Und damit erhob er sich und verließ den Raum. Der Butler räumte Mr. Lamoures Gedeck ab. Mrs. Lamoure und Tanja aßen schweigend weiter, während Jenny vor ihrem Salat saß und wieder in ihre eigene Welt abtauchte. Warum nur kam sie sich in ihrer eigenen Familie ständig vor wie eine Außerirdische? Warum gab es niemanden, der sich für das interessierte, wofür ihr Herz brannte? War es nicht genau das, wofür eine Familie da sein sollte? Um sich gegenseitig zu unterstützen und zu ermutigen? Um füreinander da zu sein? Was nützte ihnen all der Reichtum, wenn sie als Familie immer weiter voneinander wegdrifteten wie Eisschollen auf einem endlosen Ozean?

War sie denn die Einzige, die merkte, dass sie sich fremd geworden waren? Dass ihr glamouröses Leben nichts als reiner Selbstbetrug war? Dass das Streben nach Ansehen und Wohlstand sie blind gemacht hatte für das, worauf es wirklich ankam im Leben?

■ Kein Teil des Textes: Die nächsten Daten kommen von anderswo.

"""How sure is a keep-out distance: a seeded Monte Carlo over the scenario's inputs.

Model
-----
The ``[uncertainty]`` table gives one-sigma spreads of the inputs a practitioner knows
only roughly:

=====================  ============================================================
quantity               drawn per sample as
=====================  ============================================================
delivered power        :math:`P_s \\cdot 10^{X_s/10}`, :math:`X_s \\sim N(0, \\sigma_P)` dB,
                       one draw per source
gain                   :math:`G_t \\cdot 10^{Y_t/10}`, :math:`Y_t \\sim N(0, \\sigma_G)` dB, one
                       draw per radiating term; left out, :math:`\\sigma_G` is the model's
                       own stated gain uncertainty (``gain_uncertainty_db`` of the radiator)
reflection             :math:`|\\Gamma_k| \\to \\mathrm{clip}(|\\Gamma_k| + \\delta_k, 0, 1)`,
                       :math:`\\delta_k \\sim N(0, \\sigma_\\Gamma)`, one draw per reflector,
                       :math:`|\\Gamma_k|` its normal-incidence value; every image of
                       the plane scales by the ratio
shielding credit       :math:`SE_j \\to \\max(SE_j + \\epsilon_j, 0)`,
                       :math:`\\epsilon_j \\sim N(0, \\sigma_{SE})` dB, one draw per shield;
                       a ray's amplitude factor :math:`f` becomes
                       :math:`f^{SE'_j/SE_j}` (its credit in dB scales with the sheet's)
source position        :math:`\\mathbf r_s + \\boldsymbol\\delta_s`,
                       :math:`\\delta_{s,i} \\sim N(0, \\sigma_r)` per axis, one per source
=====================  ============================================================
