"""Monte Carlo keep-out spread: checks against closed forms and the field orchestrator.

References
----------
- FCC OET Bulletin 65, Edition 97-01 (1997), eq. (3): S = P G / (4 pi R^2) for a point
  source, so the keep-out radius R scales with sqrt(P): a power draw of X dB moves it by
  10^(X/20).
- The one-sided 95th percentile of a normal distribution is mu + 1.645 sigma (any
  statistics table, e.g. NIST/SEMATECH e-Handbook of Statistical Methods, table of the
  normal distribution).
- JCGM 101:2008 (GUM Supplement 1), sec. 7: coverage from percentiles of Monte Carlo
  samples; the standard error of the p-quantile of n samples is
  sqrt(p (1 - p) / n) / phi(z_p).
"""

from __future__ import annotations

import numpy as np
import pytest

from keepclear.fields import uncertainty as unc
from keepclear.fields.errors import ScenarioError
from keepclear.fields.field import evaluate
from keepclear.fields.keepout import keepout_distances
from keepclear.fields.scenario import load_scenario

from .conftest import SCENARIOS

ISOTROPIC = """
[[source]]
antenna = "isotropic"
power_w = 500.0
duty_cycle = 0.5
gain_dbi = 3.0
position_m = [0.0, 0.0, 1.0]
[exposure]
limits = ["icnirp-2020/general-public", "icnirp-2020/occupational"]
"""


@pytest.fixture(scope="module")
def isotropic(tmp_path_factory):
    path = tmp_path_factory.mktemp("unc") / "iso.toml"
    path.write_text(ISOTROPIC)
    scenario = load_scenario(path)
    return scenario, keepout_distances(scenario)


def test_power_spread_p95_matches_closed_form_within_sampling_error(isotropic):
    # OET 65 eq. (3): R ~ sqrt(P); P95 of a normal in dB is 1.645 sigma, so
    # R_95 = R_0 10^(1.645 sigma / 20).
    scenario, nominal = isotropic
    sigma = 1.0
    spec = unc.UncertaintySpec(power_db=sigma, gain_db=0.0, samples=1000, seed=1)
    spread = unc.keepout_spread(scenario, spec, nominal)
    # standard error of the 95th percentile of 1000 normal samples (JCGM 101 sec. 7):
    phi = np.exp(-0.5 * 1.645**2) / np.sqrt(2 * np.pi)
    se_db = sigma * np.sqrt(0.05 * 0.95 / 1000) / phi
    for s in spread:
        expected = s.distance_m * 10 ** (1.645 * sigma / 20)
        tolerance = 10 ** (3 * se_db / 20) - 1  # three standard errors, as a ratio
        assert s.p95_m == pytest.approx(expected, rel=tolerance)
        assert s.median_m == pytest.approx(s.distance_m, rel=tolerance)


def test_each_sample_scales_with_the_square_root_of_its_power(isotropic):
    # The same draws, made independently: PCG64(seed), power drawn first, one per source.
    scenario, nominal = isotropic
    spec = unc.UncertaintySpec(power_db=2.0, gain_db=0.0, samples=200, seed=7)
    spread = unc.keepout_spread(scenario, spec, nominal)
    x_db = np.random.Generator(np.random.PCG64(7)).standard_normal((200, 1))[:, 0] * 2.0
    for s in spread:
        np.testing.assert_allclose(s.samples_m, s.distance_m * 10 ** (x_db / 20), rtol=2e-4)


def test_same_seed_same_answer_and_another_seed_another(isotropic):
    scenario, nominal = isotropic
    a = unc.keepout_spread(scenario, unc.UncertaintySpec(power_db=1.0, samples=300), nominal)
    b = unc.keepout_spread(scenario, unc.UncertaintySpec(power_db=1.0, samples=300), nominal)
    c = unc.keepout_spread(
        scenario, unc.UncertaintySpec(power_db=1.0, samples=300, seed=2), nominal
    )
    for x, y, z in zip(a, b, c, strict=True):
        # exact: the same seed repeats the same computation in the same process
        assert np.array_equal(x.samples_m, y.samples_m)
        assert not np.array_equal(x.samples_m, z.samples_m)


def test_zero_spread_gives_exactly_the_nominal_distance(isotropic):
    scenario, nominal = isotropic
    spec = unc.UncertaintySpec(gain_db=0.0, samples=50)
    for s, r in zip(unc.keepout_spread(scenario, spec, nominal), nominal, strict=True):
        # exact by construction: with no spread every sample is the nominal value itself
        assert np.all(s.samples_m == r.distance_m)
        assert s.p95_m == r.distance_m and s.median_m == r.distance_m


def test_position_spread_moves_a_point_source_rigidly(isotropic):
    # One source in free space: the exceedance sphere moves with the source, so the
    # farthest point from the nominal centre is R + |delta| (to the grid's precision).
    scenario, nominal = isotropic
    spec = unc.UncertaintySpec(position_m=0.05, gain_db=0.0, samples=100, seed=3)
    spread = unc.keepout_spread(scenario, spec, nominal)
    shifts = np.random.Generator(np.random.PCG64(3))
    shifts.standard_normal((100, 1))  # power (zero spread)
    shifts.standard_normal((100, 1))  # gain
    shifts.standard_normal((100, 0))
    shifts.standard_normal((100, 0))
    delta = shifts.standard_normal((100, 1, 3))[:, 0, :] * 0.05
    for s in spread:
        expected = s.distance_m + np.linalg.norm(delta, axis=1)
        np.testing.assert_allclose(s.samples_m, expected, rtol=0.01)


def test_decomposition_reproduces_the_field_orchestrator():
    # With neutral factors the re-weighted Gram sums are the orchestrator's |E|^2, |H|^2
    # (a floor, a shield and an open guide: every path the decomposition copies).
    scenario = load_scenario(SCENARIOS / "screened-waveguide-bench.toml")
    pts = np.random.default_rng(0).uniform(-2.0, 2.0, (300, 3))
    pts[:, 2] = np.abs(pts[:, 2]) + 0.05
    dec = unc.decompose(scenario, pts)
    spec = unc.UncertaintySpec(gain_db=0.0, samples=1)
    draws = unc.draw_samples(scenario, spec)
    ref = evaluate(scenario, pts)
    for peak, e_ref, h_ref in (
        (False, ref.e_v_m, ref.h_a_m),
        (True, ref.peak_e_v_m, ref.peak_h_a_m),
    ):
        e2, h2 = unc.sample_squares(dec, draws, slice(0, 1), peak=peak)
        np.testing.assert_allclose(e2[0], e_ref**2, rtol=1e-9, atol=1e-20)
        np.testing.assert_allclose(h2[0], h_ref**2, rtol=1e-9, atol=1e-25)


def test_reflection_and_shield_spread_move_the_keepout_both_ways_or_not_at_all():
    # A metal reflector's |Gamma| = 1 cannot grow (kept in 0..1): a draw above leaves the
    # nominal answer; a draw below, or a weaker shield, changes it.
    scenario = load_scenario(SCENARIOS / "screened-waveguide-bench.toml")
    nominal = keepout_distances(scenario)
    spec = unc.UncertaintySpec(reflection=0.1, shielding_db=3.0, gain_db=0.0, samples=40, seed=5)
    for s in unc.keepout_spread(scenario, spec, nominal):
        assert np.all(np.isfinite(s.samples_m))
        if s.distance_m > 0:
            assert s.samples_m.min() < s.distance_m <= s.samples_m.max()


@pytest.mark.parametrize(
    ("text", "fragment"),
    [
        ("[uncertainty]\npower_dB = 1.0\n", "did you mean 'power_db'"),
        ("[uncertainty]\npower_db = -1.0\n", "uncertainty.power_db"),
        ("[uncertainty]\nsamples = 0\n", "uncertainty.samples"),
        ("[uncertainty]\nsamples = 10.5\n", "whole number"),
        ("[uncertainty]\nreflection = 1.5\n", "uncertainty.reflection"),
    ],
)
def test_bad_uncertainty_table_is_refused_with_its_key(tmp_path, text, fragment):
    path = tmp_path / "bad.toml"
    path.write_text(ISOTROPIC + text)
    with pytest.raises(ScenarioError) as info:
        load_scenario(path)
    assert fragment in str(info.value)


def test_defaults_and_the_models_own_gain_figure(tmp_path):
    path = tmp_path / "ok.toml"
    path.write_text(ISOTROPIC + "[uncertainty]\npower_db = 0.5\n")
    spec = load_scenario(path).uncertainty
    assert (spec.samples, spec.seed, spec.gain_db) == (1000, 1, None)
    demo = load_scenario(SCENARIOS / "plasma-bench.toml")
    term = demo.sources[0]
    from keepclear.fields.field import radiating_terms

    # open waveguide: the model states its gain uncertainty (antennas/aperture.py)
    assert unc.gain_sigma_db(spec, radiating_terms(demo)[0]) == term.radiator.gain_uncertainty_db
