[[point]]
name = "behind the sheet"
position_m = [2.0, 0.0, 1.0]

[[option]]
name = "small sheet"
[[option.shield]]
center_m = [0.5, 0.0, 1.0]
normal = [1.0, 0.0, 0.0]
width_m = 0.5
height_m = 0.5
type = "sheet"
metal = "aluminium"
thickness_m = 0.001

[[option]]
name = "half power"
[[option.source]]
id = "s"
power_w = 50.0
"""


def test_an_option_whose_sheet_raises_the_keepout_is_marked(write_scenario):
    # Round a point source the keep-out is a sphere, so its farthest reach is wherever the
    # field is largest: beside the sheet's edge, in the lit ripple (up to 1.17 times the
    # field beside one edge, ITU-R P.526-15 sec. 4.1, Fig. 7, from memory).  In the far
    # field R scales with the field amplitude (FCC OET Bulletin 65, Ed. 97-01, eq. (3):
    # R = sqrt(P G / (4 pi S))), so the keep-out grows by that factor at most.
    from keepclear.fields.compare import compare_options, comparison_table
    from keepclear.fields.scenario import load_scenario

    comparison = compare_options(load_scenario(write_scenario(SHEET_OPTIONS)), pixels=21)
    data = comparison.data()
    rows = {r["name"]: r for r in data["options"]}
    base, sheet, half = rows["base"], rows["small sheet"], rows["half power"]
    ratio = sheet["largest_keepout_m"] / base["largest_keepout_m"]
    assert 1.0 < ratio <= RECTANGLE_RIPPLE * 1.01
    assert sheet["raises_keepout"] is True
    assert "edge diffraction" in sheet["above_base_note"]
    assert sheet["raised_places"] == []  # behind the sheet the field is lower
    for row in (base, half):
        assert row["raises_keepout"] is False and row["above_base_note"] is None
    text = comparison_table(data)
    assert 'Above the base: option "small sheet" raises the keep-out' in text
    assert text.count("Above the base:") == 1


SHEET_TAKEN_AWAY = """
name = "sheet taken away"
frequency_hz = 2.45e9
[exposure]
limits = ["icnirp-2020/general-public"]

[[source]]
id = "s"
antenna = "isotropic"
power_w = 100.0
position_m = [0.0, 0.0, 1.0]

[[shield]]
center_m = [0.5, 0.0, 1.0]
normal = [1.0, 0.0, 0.0]
width_m = 0.5
height_m = 0.5
type = "sheet"
metal = "aluminium"
thickness_m = 0.001

[[point]]
name = "behind the sheet"
position_m = [2.0, 0.0, 1.0]

[[option]]
name = "no sheet"
shield = []
"""


def test_an_option_that_takes_the_sheet_away_is_not_blamed_on_edge_diffraction(
    write_scenario,
):
    # Behind a 1 mm aluminium sheet the field is far below the free field (common practice,
    # no source: a solid metal sheet passes nothing but its edges' diffraction); without it
    # the place behind gets the free field, so the option raises it.  The note says the
    # sheet was left out, not that an edge diffracts.
    from keepclear.fields.compare import compare_options
    from keepclear.fields.scenario import load_scenario

    data = compare_options(load_scenario(write_scenario(SHEET_TAKEN_AWAY)), pixels=21).data()
    row = {r["name"]: r for r in data["options"]}["no sheet"]
    assert row["raised_places"] == ["behind the sheet"]
    assert "leaves out, moves or changes a shield sheet" in row["above_base_note"]
    assert "edge diffraction" not in row["above_base_note"]


def test_an_option_that_moves_the_sheet_aside_is_not_blamed_on_edge_diffraction(
    write_scenario,
):
    # The same sheet moved 2.5 m aside no longer shades the place behind it: the cause is
    # the base's sheet gone from where it was, not an edge's ripple (common practice, no
    # source), and the advice to widen or move a sheet would be wrong.
    from keepclear.fields.compare import compare_options
    from keepclear.fields.scenario import load_scenario

    moved = SHEET_TAKEN_AWAY.replace(
        'name = "no sheet"\nshield = []',
        'name = "sheet moved aside"\n[[option.shield]]\ncenter_m = [0.5, 2.5, 1.0]\n'
        'normal = [1.0, 0.0, 0.0]\nwidth_m = 0.5\nheight_m = 0.5\ntype = "sheet"\n'
        'metal = "aluminium"\nthickness_m = 0.001',
    )
    assert "sheet moved aside" in moved
    data = compare_options(load_scenario(write_scenario(moved)), pixels=21).data()
    row = {r["name"]: r for r in data["options"]}["sheet moved aside"]
    assert row["raised_places"] == ["behind the sheet"]
    assert "moves or changes a shield sheet" in row["above_base_note"]
    assert "edge diffraction" not in row["above_base_note"]
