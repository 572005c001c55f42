"""The keep-out search and its spread skip samples that cannot change their answers.

The search stops sampling a ray inwards, or narrowing its bracket, once the ray cannot be
among the farthest (``keepout._rank_threshold``); the spread decomposes only the band of
radii where a sample's crossing can lie and leaves rays that cannot hold any sample's
farthest crossing (``uncertainty._sweep``).  Both are claimed exact: these checks run the
same scenarios with every sample evaluated and compare.  The reference is the program's
own full evaluation (the claim is about the work skipped, not about the physics).
"""

from __future__ import annotations

import numpy as np
import pytest

from keepclear.fields import keepout as keepout_mod
from keepclear.fields import uncertainty as unc
from keepclear.fields.keepout import keepout_distances
from keepclear.fields.scenario import load_scenario

# A half-wave dipole above a concrete floor and a second, weaker one beside it: a pattern
# with nulls, a reflected lobe along the floor and a far-off source, so that rays end at
# very different distances.
TWO_DIPOLES = """
name = "two dipoles over a floor"
frequency_hz = 2.45e9
reflections = "envelope"

[[source]]
antenna = "dipole"
power_w = 40.0
position_m = [0.0, 0.0, 1.2]
axis = [0.0, 0.0, 1.0]
length_m = 0.0612

[[source]]
antenna = "dipole"
power_w = 5.0
position_m = [0.8, 0.3, 1.0]
axis = [1.0, 0.0, 0.0]
length_m = 0.0612

[[reflector]]
name = "floor"
point_m = [0.0, 0.0, 0.0]
normal = [0.0, 0.0, 1.0]
material = "concrete"

[exposure]
limits = ["icnirp-2020/general-public", "icnirp-2020/occupational",
          "icnirp-2020/occupational-local"]

[uncertainty]
samples = 150
seed = 3
power_db = 1.0
reflection = 0.1
position_m = 0.02
"""


@pytest.fixture(autouse=True)
def _one_process(monkeypatch):
    # The tests count and record what the search evaluates in this process: no ray batch
    # is shared with worker processes (fields/workers.py; tests/test_workers.py checks
    # that sharing gives the same answers).
    monkeypatch.setenv("KEEPCLEAR_WORKERS", "1")


@pytest.fixture(scope="module")
def scenario(tmp_path_factory):
    path = tmp_path_factory.mktemp("pruning") / "two-dipoles.toml"
    path.write_text(TWO_DIPOLES, encoding="utf-8")
    return load_scenario(path)


def test_search_gives_up_only_rays_that_cannot_change_the_answer(scenario, monkeypatch):
    # Beyond the answers, every batch of rays must give the same refinement starts (its
    # three farthest rays per row, ties in order) and the same distances along them.
    evaluated: list[int] = []
    batches: list[list[tuple[list[int], np.ndarray]]] = [[], []]
    quotients = keepout_mod._Search.quotients
    add = keepout_mod._Best.add

    def counting(self, points):
        evaluated.append(len(points))
        return quotients(self, points)

    def recording(self, origins, directions, radius):
        dist = add(self, origins, directions, radius)
        for k in range(dist.shape[0]):
            top = keepout_mod._tied_first(dist[k], 3)
            batches[run].append((top, dist[k][top]))
        return dist

    monkeypatch.setattr(keepout_mod._Search, "quotients", counting)
    monkeypatch.setattr(keepout_mod._Best, "add", recording)
    run = 0
    pruned = keepout_distances(scenario)
    n_pruned = sum(evaluated)
    evaluated.clear()
    run = 1
    # no threshold: no ray is left early, inwards or in the bisection
    monkeypatch.setattr(keepout_mod, "_rank_threshold", lambda lower: np.zeros(lower.shape[0]))
    full = keepout_distances(scenario)
    n_full = sum(evaluated)
    assert n_pruned < 0.9 * n_full  # the pruning does skip samples here
    for a, b in zip(pruned, full, strict=True):
        assert a.distance_m == pytest.approx(b.distance_m, rel=1e-12)
        assert a.distance_with_uncertainty_m == pytest.approx(
            b.distance_with_uncertainty_m, rel=1e-12
        )
        np.testing.assert_allclose(a.direction, b.direction, rtol=0, atol=1e-12)
    assert len(batches[0]) == len(batches[1])
    for (top_a, dist_a), (top_b, dist_b) in zip(*batches, strict=True):
        assert top_a == top_b
        np.testing.assert_allclose(dist_a, dist_b, rtol=1e-12)


@pytest.mark.parametrize(
    "reflection_only", [False, True], ids=["scenario-spread", "reflection-spread"]
)
def test_spread_band_and_ray_pruning_match_every_sample_evaluated(
    scenario, monkeypatch, reflection_only
):
    # The second spread varies the floor's |Gamma| alone (0.3): the reflected lobes move
    # against the direct field, so different rays are the farthest for different samples.
    nominal = keepout_distances(scenario)
    spec = scenario.uncertainty
    if reflection_only:
        spec = unc.UncertaintySpec(power_db=0.0, gain_db=0.0, reflection=0.3, samples=150, seed=3)
    draws = unc.draw_samples(scenario, spec)
    decomposed: list[int] = []
    sweep = unc._sweep

    def recording(*args, bounded=True):
        swept = sweep(*args, bounded=bounded)
        decomposed.append(int(np.count_nonzero(swept.row >= 0)))
        return swept

    monkeypatch.setattr(unc, "_sweep", recording)
    pruned = unc.keepout_spread(scenario, spec, nominal, draws=draws)
    monkeypatch.setattr(unc, "_sweep", lambda *args: recording(*args, bounded=False))
    full = unc.keepout_spread(scenario, spec, nominal, draws=draws)
    assert decomposed[0] < 0.9 * decomposed[1]  # the band does leave samples out here
    for a, b in zip(pruned, full, strict=True):
        assert a.limit_id == b.limit_id
        np.testing.assert_allclose(a.samples_m, b.samples_m, rtol=1e-12, atol=0)


def test_quotient_bounds_hold_every_sample(scenario):
    # The band rests on these bounds: every sample's quotient, and the nominal one, lies
    # between them at every point.
    pts = np.random.default_rng(1).uniform(-1.5, 1.5, (400, 3))
    pts[:, 2] = np.abs(pts[:, 2]) + 0.02
    dec = unc.decompose(scenario, pts)
    draws = unc.draw_samples(scenario, scenario.uncertainty)
    values = [scenario.limit_value(i) for i in scenario.limit_ids]
    bounds = unc.bound_quotients(dec, draws, values)
    assert bounds is not None
    lower, upper = bounds
    samples = unc.sample_quotients(dec, draws, slice(0, draws.samples), values)
    nominal = unc.sample_quotients(dec, unc._neutral_like(draws), slice(0, 1), values)
    for q, q0, lo, hi in zip(samples, nominal, lower, upper, strict=True):
        assert np.all(lo <= q) and np.all(q <= hi)
        assert np.all(lo <= q0[0]) and np.all(q0[0] <= hi)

Jenny lauschte dem Klappern des Silberbestecks und dem Ticken der großen Wanduhr. Sie blickte auf die manikürten Fingernägel ihrer Mutter, ihr goldenes Armkettchen, das sich beim Schneiden ihres Steaks an ihrem Handgelenk hin- und herbewegte. Sie folgte dem zerschnittenen Fleischstück zu ihren rot geschminkten Lippen, dann hinauf zu dem übertrieben aufgetragenen Lidschatten und der makellos sitzenden Frisur. Und auf einmal kam ihr das alles so unecht vor. Und so bedeutungslos. Sie hatte das Leben, von dem andere nur träumten. Sie hatte einen eigenen Fernseher in ihrem Zimmer, ein Dienstmädchen, Eltern, die ihr jeden materiellen Wunsch erfüllen konnten. Und doch kam sie sich vor wie ein eingesperrter Vogel in einem goldenen Käfig. Sie war eine Lamoure. Aber manchmal wünschte sie sich, sie wäre einfach nur ein ganz gewöhnliches Mädchen. Und gerade jetzt wünschte sie es sich so sehr, dass es in ihrem Herzen wehtat.